Quill Hedgehog On His Way


Why don’t we have hedgehogs in the United States?001 002

According to the online National Geographic animal encyclopedia (animals.nationalgeographic.com), hedgehogs are about the size of three teacups. That is a perfect comparison, as hedgehogs are famously English. Some people there have them as sort-of pets. That’s because they eat garden pests.

We do not have hedgehogs in the United States, but we are lucky to be the birthplace of the Quill Hedgehog Adventure Series, three children’s books. John Muir Publications in Santa Fe took them on in 1980, no doubt recognizing their importance to the environmental movement. The author, an English teacher (medieval language and literature) and non-stipendiary Anglican priest, originated the anthropomorphic cautionary tales for his daughters in the1960s, and decided to publish them as a protest against pollution. There were three printings before what had become the largest press in New Mexico began to focus on its travel guides. Just a few Quill Hedgehog books were left to warn young readers to take better care of the planet Earth than their parents did.

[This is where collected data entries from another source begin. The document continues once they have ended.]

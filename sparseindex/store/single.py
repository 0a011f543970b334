"""The Store: packed codes, their detector banks, and threshold queries.

A stored code is a *hit* for a query when any detector of its bank fires:
at least ``threshold`` of the detector's ``sample_size`` sampled bits are set in
the query. Hits come back with their exact full-code overlap (AND +
popcount over the packed rows), so a caller can rank or filter them.

``Store`` supplies the primitives of :class:`~sparseindex.store.contract.StoreBase`
over its parts: the row table (codes, weights, removal flags, id <-> row),
the detector bank (postings and scans), the guard (locks and the
read-only rule) and the usage counts that health reads.
"""

from __future__ import annotations

import threading

import numpy as np

from .. import health, validation
from .._numba import kernels
from .._numba.config import PARALLEL_LOCK
from ..codes import Codes, query_words, row_table
from . import format as _persist
from .bank import BLOCK_SPAN, DetectorBank
from .contract import Params, StoreBase
from .guard import Guard
from .hits import BatchHits, Hits, batch_of, no_hits
from .rows import RowTable, UsageCounts, layout_for

__all__ = ["Store", "Hits", "BatchHits", "load_options", "restore_pickled"]


def load_options(mmap, writable):
    """``(mmap, writable)`` of a load call, checked; ``writable=None`` means not ``mmap``."""
    mmap = validation.flag("mmap", mmap, what="load")
    if writable is not None:
        writable = validation.flag("writable", writable, what="load")
    return mmap, (not mmap) if writable is None else writable
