"""The Store: packed codes, their detector banks, and threshold queries.

A stored code is a *hit* for a query when any detector of its bank fires:
at least ``threshold`` of the detector's ``sample_size`` sampled bits are set in
the query. Hits come back with their exact full-code overlap (AND +
popcount over the packed rows), so a caller can rank or filter them.

Ids are 0, 1, 2, ... in insertion order and never reused. Internally a code
lives in a *row*; rows and ids coincide until ``compact`` drops removed
rows, after which a sorted ``row -> id`` table maps between them.
"""

from __future__ import annotations

import os
import threading
from contextlib import contextmanager
from numbers import Integral

import numpy as np

from .._numba import kernels as _kernels
from . import format as _persist
from .. import health
from .._numba.config import PARALLEL_LOCK
from .guard import ReadWriteLock
from .bank import BLOCK_SPAN, DetectorBank
from ..codes import Codes, as_code, as_codes
from ..errors import ReadOnlyStoreError

__all__ = ["Store", "Hits", "BatchHits"]


def _check_int(name: str, value, minimum: int) -> int:
    if isinstance(value, (bool, np.bool_)) or not isinstance(value, (Integral, np.integer)):
        raise TypeError(f"{name}={value!r} must be an integer")
    if value < minimum:
        raise ValueError(f"{name}={value} must be >= {minimum}")
    return int(value)


def ids_below(ids, next_id: int, what: str) -> np.ndarray:
    """Validated 1-D int64 ids (an int or a 1-D sequence), each in ``0..next_id-1``.

    ``TypeError`` for a non-integer id, ``KeyError`` naming the first id
    that was never handed out. Shared by every store that hands out ids.

    Examples
    --------
    >>> ids_below([2, 0], 3, "get").tolist()
    [2, 0]
    >>> ids_below(5, 3, "get")
    Traceback (most recent call last):
    ...
    KeyError: 'get: id 5 was never stored (ids so far: 0..2)'
    """
    arr = np.asarray(ids)
    if arr.ndim > 1:
        raise ValueError(f"{what}: ids must be an integer or a 1-D sequence, got shape {arr.shape}")
    arr = arr.reshape(-1)
    if arr.size and (arr.dtype == np.bool_ or arr.dtype.kind not in "iu"):
        bad = next((x for x in arr.tolist() if isinstance(x, bool) or not isinstance(x, int)), arr.tolist()[0])
        raise TypeError(f"{what}: id {bad!r} is not an integer")
    arr = arr.astype(np.int64)
    never = np.flatnonzero((arr < 0) | (arr >= next_id))
    if never.size:
        raise KeyError(f"{what}: id {int(arr[never[0]])} was never stored (ids so far: 0..{next_id - 1})")
    return arr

In Book One, which I received as a gift from the author, youthful Quill sets out with eagerness to see the Great Beyond. He meets Horatio, a cat of noble lineage who turned tramp when the Wastelanders chased him out of his territory. These invading rats, led by a mangy cat (previously a lawyer), had ruined their own country by greed and were in the process of wrecking everything peaceful and fruitful in the Great Beyond with their destructive machines. Now Horatio is returning to claim his castle, and Quill is at his side.

The subject is modern, but the format of this “chapter book” is suggestive of the popular Wind in the Willows, written for his children by Kenneth Grahame in 1908, when England was still a green pasture and the lessons were about morality. It reminds me, too, of Watership Down (Richard Adams, 1972), where overpopulation was a theme. That novel, set in Hampshire, was presented to adults, and many of us devoured its message. It was both nostalgic and forward-looking.

QUILL’S ADVENTURES IN THE GREAT BEYOND (ISBN 1-56261-015-5) is similar in effect, but is a small paperback (85 pages) with charming illustrations and a map of the territory, by Doreen Edmond. The narrative is delightful to read, so precise is the author in his choice of words. American children might be puzzled by some of the nouns. If they are persuaded to look them up in the OED, they may be eased into their first “foreign” language.

At the moment, the Quill Hedgehog books are hard to find. After John Muir Press gave up their children’s list, three additional Quill Hedgehog books were published in England. Now all six will come back from near extinction by the magic of Kindle. Waddington-Feather also has published a Kindle mystery series for adults, featuring a detective-priest working against crime in West Yorkshire. His dismay in seeing the spread of urbanization is evident in those as well.



2 comments to Quill Hedgehog On His Way

  • It’s good to see John Waddington-Feather’s books back in circulation as e-books. He’s written some first-class work: The Quill Hedgehog Novels (reviewed excellently above, the Blake Hartley crime novels, the Chance Child trilogy of romantic historical novels and a wide variety of plays, one of which “Garlic Lane” made the London stage and was staged by many provincial theatres.

  • I wish more books were published like the Quill Hedgehog books. Their message of conservation wrapt up in well told tale is sorely needed in our generation. A gifted writer, John Waddington-Feather had penned a wide range of work, from children’s fantasy novels to historical romances and drama.